*What you need to do*: Below are some entries. Copy each line that holds the string "joined".

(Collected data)

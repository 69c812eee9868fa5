/** Row 33: a larger root face than tested, beyond the tolerance. */
import { grooveMeasure, isGouged, isNotSquare } from '../groove-measure.ts'

/** Fit-up tolerance of the joint figures; the face of a backgouged root is not limited. */
const TOLERANCE = { SI: 2, US: 1 / 16 } as const

export const rootFace = grooveMeasure({
  variable: 'root_face', field: 'joint.rootFace', label: 'root face', dimension: 'length', may: 'rise',
  value: ({ joint }) => joint.rootFace,
  room: (variables, system) => (isGouged(variables) ? null : TOLERANCE[system]),
  arises: isNotSquare,
})
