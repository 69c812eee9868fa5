/** Row 5 (GTAW): filler metal added or left out. */
import type { ProcessBlock } from '../../../schemas/welding.ts'
import { namedRule } from '../../common/rule-kinds.ts'
import { meta } from '../meta.ts'

const token = (block: ProcessBlock | null): string | null => (block === null || block.filler.added === null ? null : block.filler.added ? 'with filler' : 'without filler')

export const fillerAdded = namedRule({
  meta: meta('filler_presence'),
  field: 'filler.added',
  at: 'block',
  label: 'use of filler metal',
  asked(context) {
    const value = token(context.block)
    return value ? [value] : null
  },
  tested: (_context, side) => token(side.block),
  because: 'Welding with and without filler are qualified apart.',
  setValue: (name) => name === 'with filler',
})
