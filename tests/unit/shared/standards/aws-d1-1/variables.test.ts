/** Table 6.5 and 6.7 variable by variable: the rows against the reference matrix, then cases of our own. */
import { describe, expect, test } from 'vitest'
import type { WeldingVariables } from '@shared/schemas/welding.ts'
import { awsD11 } from '@shared/standards/aws-d1-1/index.ts'
import { variables } from '@shared/standards/aws-d1-1/variables.ts'
import { interval, quantity } from '@shared/units/convert.ts'
import matrix from '../../../../fixtures/standards/aws-d1-1-variables.json' with { type: 'json' }
import { coupon, finding, first, judge, pair, problems, procedure, type Arc, type Given } from './records.ts'

describe('the matrix of variables', () => {
  test.each(matrix.map((row) => [row.process, row.item, row] as const))('%s %s has its rule with row, class and basis', (process, item, row) => {
    const known = variables[item as keyof typeof variables]
    expect(known).toMatchObject({ row: row.row })
    expect((known.processes as Record<string, string>)[process]).toBe(row.basis)
    const rule = awsD11.rules.find(({ meta }) => meta.id === `aws-d1-1/${known.file}`)
    expect(rule?.meta.classes[process as Arc]).toBe(row.table.startsWith('Table 6.5') ? 'essential' : 'supplementary')
    expect(rule?.meta).toMatchObject({ route: 'test', clause: row.table.startsWith('Table 6.5') ? `Table 6.5 row ${row.row}` : 'Table 6.7' })
  })
  test('holds nothing that the reference does not', () => {
    const told = Object.entries(variables).flatMap(([item, { processes }]) => Object.keys(processes).map((process) => `${process} ${item}`))
    expect(told.sort()).toEqual(matrix.map(({ process, item }) => `${process} ${item}`).sort())
  })
  test('every rule has words for the standard page', () => {
    for (const { meta, label } of awsD11.rules) {
      expect(meta.statement.length, meta.id).toBeGreaterThan(20)
      expect(meta.source.length).toBeGreaterThan(5)
      expect(label).not.toBe('')
    }
    expect(new Set(awsD11.rules.map(({ meta }) => meta.id)).size).toBe(awsD11.rules.length)
  })
})

type Change = (v: WeldingVariables) => void
interface Own { name: string; given?: Given; tested?: Change; asked: Change; rule: string; verdict: 'within' | 'outside' | 'cannot-tell'; says?: RegExp; edition?: string }
const W: Given = { processes: ['GMAW'] }
const S: Given = { processes: ['SAW'] }
const T: Given = { processes: ['GTAW'] }
const C: Given = { toughness: true }
const filler = (classification: string | null, more: object = {}): Change => (v) => void Object.assign(first(v).filler, { classification, specification: null, ...more })
const size = (value: number, unit = 'mm'): Change => (v) => { first(v).filler.diameters = [quantity(value, 'length', unit)] }
const steel = (a: readonly [string | null, string | null], b: readonly [string | null, string | null] = a, thick?: number): Change => (v) => {
  Object.assign(v.baseMetals.a, { specification: a[0], grade: a[1], uns: null })
  Object.assign(v.baseMetals.b, { specification: b[0], grade: b[1], uns: null })
  if (thick) v.thickness = interval(thick, undefined, 'length')
}
const A572: readonly [string, string] = ['ASTM A572', '50']
const A36: readonly [string, null] = ['ASTM A36', null]
const A514: readonly [string, string] = ['ASTM A514', 'B']
const A913: readonly [string, string] = ['ASTM A913', '65']
const tough = (change: Change): Change => change
const pipe = (diameter: number | null, wall?: number, unit = 'mm'): Change => (v) => {
  v.product = 'pipe'
  v.diameter = diameter === null ? null : interval(diameter, undefined, 'length', unit)
  if (wall) v.thickness = interval(wall, undefined, 'length', unit)
}
const joint = (more: object): Change => (v) => void Object.assign(v.joint, more)
const electrical = (more: object): Change => (v) => void Object.assign(first(v).electrical, more)
const technique = (more: object): Change => (v) => void Object.assign(first(v).technique, more)
const at = (positions: readonly string[], progression = 'up'): Change => (v) => void Object.assign(first(v), { positions: [...positions], progression })
const both = (...changes: readonly Change[]): Change => (v) => changes.forEach((change) => change(v))
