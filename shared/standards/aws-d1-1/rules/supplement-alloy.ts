/** Row 9 (SAW): an alloy of the deposit that depends on the supplement. */
import type { ProcessBlock } from '../../../schemas/welding.ts'
import { plainWords } from '../../common/reading.ts'
import { namedRule } from '../../common/rule-kinds.ts'
import { names } from '../../common/wording.ts'
import type { Rule } from '../../rule.ts'
import { meta } from '../meta.ts'
import { asksSupplement } from '../supplement.ts'

function alloy(block: ProcessBlock | null): string | null {
  if (!block) return null
  if (block.filler.supplemental === false || block.filler.supplementalAlloyElement === false) return 'no alloy from the supplement'
  if (block.filler.supplementalAlloyElement === null || block.filler.depositComposition === null) return null
  return `deposit ${plainWords(block.filler.depositComposition)}`
}

const base = namedRule({
  meta: meta('supplement_alloy'),
  field: 'filler.depositComposition',
  at: 'block',
  label: 'deposit composition with supplemental filler',
  applies: asksSupplement,
  asked(context) {
    const value = alloy(context.block)
    return value ? [value] : null
  },
  tested: (_context, side) => alloy(side.block),
  lacks: (_variables, block) => (block?.filler.supplementalAlloyElement === null ? ['filler.supplementalAlloyElement'] : ['filler.depositComposition']),
  because: 'Where the alloy depends on the supplement, the deposit must stay in the chemistry that the procedure states.',
})

/** The composition is kept in words: other words may mean the same chemistry. */
export const supplementAlloy: Rule = {
  ...base,
  check(context, sides, joined) {
    const judged = base.check(context, sides, joined)
    if (judged?.verdict !== 'outside') return judged
    return { ...judged, verdict: 'cannot-tell', sentence: `The composition of the deposit is written otherwise than on ${names(sides)}; whether it stays in the chemistry that the procedure states must be judged by a person.`, missing: ['whether both compositions are the same chemistry'], fixes: [] }
  },
}
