/** Table 6.7: a single pass per side where the test had several. */
import { namedRule } from '../../common/rule-kinds.ts'
import { meta } from '../meta.ts'

export const cvnPasses = namedRule({
  meta: meta('cvn_multi_to_single'),
  field: 'technique.passesPerSide',
  at: 'block',
  label: 'passes per side',
  asked: (context) => (context.block?.technique.passesPerSide ? [context.block.technique.passesPerSide] : null),
  tested: (_context, side) => side.block?.technique.passesPerSide ?? null,
  covers: (value) => (value === 'single' ? ['single', 'multiple'] : ['multiple']),
  because: 'With CVN a change from several passes to a single pass per side counts.',
  setValue: (name) => name,
})

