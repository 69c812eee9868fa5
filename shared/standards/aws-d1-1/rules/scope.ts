/** What the standard is for: carbon and low-alloy steel from 3 mm (1/8 in.), specified yield not over 690 MPa (100 ksi). Judged by the procedure alone. */
import type { BaseMetal } from '../../../schemas/welding.ts'
import { figure, unitOf } from '../../common/reading.ts'
import { list, show } from '../../common/wording.ts'
import type { Rule } from '../../rule.ts'
import { memberCures } from '../member-cures.ts'
import { ownMeta } from '../meta.ts'
import { FIGURES, lengthRange } from '../ranges.ts'
import { groupsOf, identity, members, systemOf } from '../steels.ts'

const YIELD = { SI: 690, US: 100 } as const

/** Groups of ISO/TR 15608 and M-Numbers that are no carbon or low-alloy steel: stainless, cast iron, aluminium, copper, nickel, titanium, zirconium. */
export function isOtherMetal({ iso15608, d12MNumber, pNumber }: BaseMetal): boolean {
  const group = Number(/^\d+/.exec(iso15608 ?? '')?.[0] ?? NaN)
  const p = Number(/^\d+/.exec(pNumber ?? '')?.[0] ?? NaN)
  return d12MNumber !== null || group === 7 || group === 8 || group === 10 || group >= 21 || (p >= 6 && p <= 8) || (p >= 10 && /^10H/i.test(pNumber ?? '')) || p >= 21
}

const fieldOf = (i: number, key: 'minYield' | 'specification'): string => `baseMetals.${i === 0 ? 'a' : 'b'}.${key}`

export const scope: Rule = {
  meta: ownMeta('scope', 'Scope of the standard', 'Clause 1', 'secondary', 'Inspection notices and a trade magazine on the lower thickness; kind of steel and limit of yield strength from memory', 'The base metal is carbon or low-alloy steel, at least 3 mm (1/8 in.) thick, with a specified yield strength of at most 690 MPa (100 ksi); thinner metal falls under the sheet steel code. A steel that is in no group kept here must have its yield strength stated.', { withoutCoupon: true, route: undefined }),
  field: 'thickness',
  at: 'weld',
  label: 'Scope of the standard',
  range: () => null,
  check(context) {
    const { system, procedure } = context
    const least = FIGURES[system].least
    const unit = unitOf('length', system)
    const both = members(procedure, system)
    const range = lengthRange(system, least, null)
    const other = both.findIndex(({ metal }) => isOtherMetal(metal))
    if (other >= 0) return { verdict: 'outside', sentence: `${identity(both[other]?.metal ?? procedure.baseMetals.a) ?? 'The base metal'} is not carbon or low-alloy steel, for which the standard is written.`, asked: null, range: null, basis: 'memory', field: fieldOf(other, 'specification') }
    if (procedure.joint.work === 'build-up') return { verdict: 'cannot-tell', sentence: 'Build-up welding is outside the rules kept here.', asked: null, range: null, missing: ['rules for build-up welding'], field: 'joint.work', basis: 'memory' }
    const lows = both.flatMap(({ thickness }) => thickness.min ?? thickness.max ?? [])
    if (both.some(({ thickness }) => thickness.all)) lows.push(0)
    const low = lows.length > 0 ? Math.min(...lows) : null
    if (low === null || both.some(({ thickness }) => thickness.fault)) return { verdict: 'cannot-tell', sentence: "The thickness isn't stated, so whether the standard is for it can't be told.", asked: null, range, missing: ['procedure: thickness'], fixes: [{ kind: 'state', label: 'State the thickness', field: 'thickness' }] }
    const asked = { min: low, max: null }
    if (low < least) return { verdict: 'outside', sentence: `Metal of ${show(low, unit)} is thinner than the ${show(least, unit)} for which the standard is written.`, asked, range, fixes: memberCures(context, range, 'thickness') }
    const strong = both.flatMap(({ metal }, i) => (metal.minYield && figure(metal.minYield, 'stress', systemOf(metal.minYield)) > YIELD[systemOf(metal.minYield)] ? [{ had: metal.minYield, i }] : []))
    if (strong[0]) return { verdict: 'outside', sentence: `A specified yield strength of ${list([...new Set(strong.map(({ had }) => had.typed))])} is over the ${show(YIELD[system], unitOf('stress', system))} for which the standard is written.`, asked, range, basis: 'memory', field: fieldOf(strong[0].i, 'minYield') }
    const open = both.findIndex(({ metal, thickness }) => metal.minYield === null && groupsOf(metal, thickness, system) === null)
    if (open >= 0) {
      const field = fieldOf(open, 'minYield')
      return { verdict: 'cannot-tell', sentence: `${identity(both[open]?.metal ?? procedure.baseMetals.a) ?? 'The base metal'} is in no group kept here and its yield strength isn't stated, so whether the standard is for it can't be told.`, asked, range, missing: [`procedure: ${field}`], field, basis: 'memory', fixes: [{ kind: 'state', label: 'State the yield strength', field }] }
    }
    return { verdict: 'within', sentence: `${show(low, unit)} and more is a thickness for which the standard is written.`, asked, range }
  },
}
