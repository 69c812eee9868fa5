/** Table 6.7: weave beads in vertical welding where the test had stringer beads. */
import type { ProcessBlock } from '../../../schemas/welding.ts'
import { namedRule } from '../../common/rule-kinds.ts'
import { meta } from '../meta.ts'
import { askedPlaces } from '../positions.ts'

const isStringer = (block: ProcessBlock | null): string | null => (block?.technique.bead === 'stringer' ? 'stringer beads' : block?.technique.bead ? 'weave beads' : null)

export const cvnWeave = namedRule({
  meta: meta('cvn_vertical_weave'),
  field: 'technique.bead',
  at: 'block',
  label: 'bead in vertical welding',
  applies: (context) => askedPlaces(context.block?.positions ?? []).includes('vertical'),
  asked(context) {
    const value = isStringer(context.block)
    return value ? [value] : null
  },
  tested: (_context, side) => isStringer(side.block),
  covers: (value) => (value === 'weave beads' ? ['weave beads', 'stringer beads'] : ['stringer beads']),
  because: 'With CVN a change from stringer to weave counts in vertical welding.',
  setValue: (name) => (name === 'stringer beads' ? 'stringer' : 'weave'),
})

*Your solution*:
  check(context, sides, joined) {
    const judged = base.check(context, sides, joined)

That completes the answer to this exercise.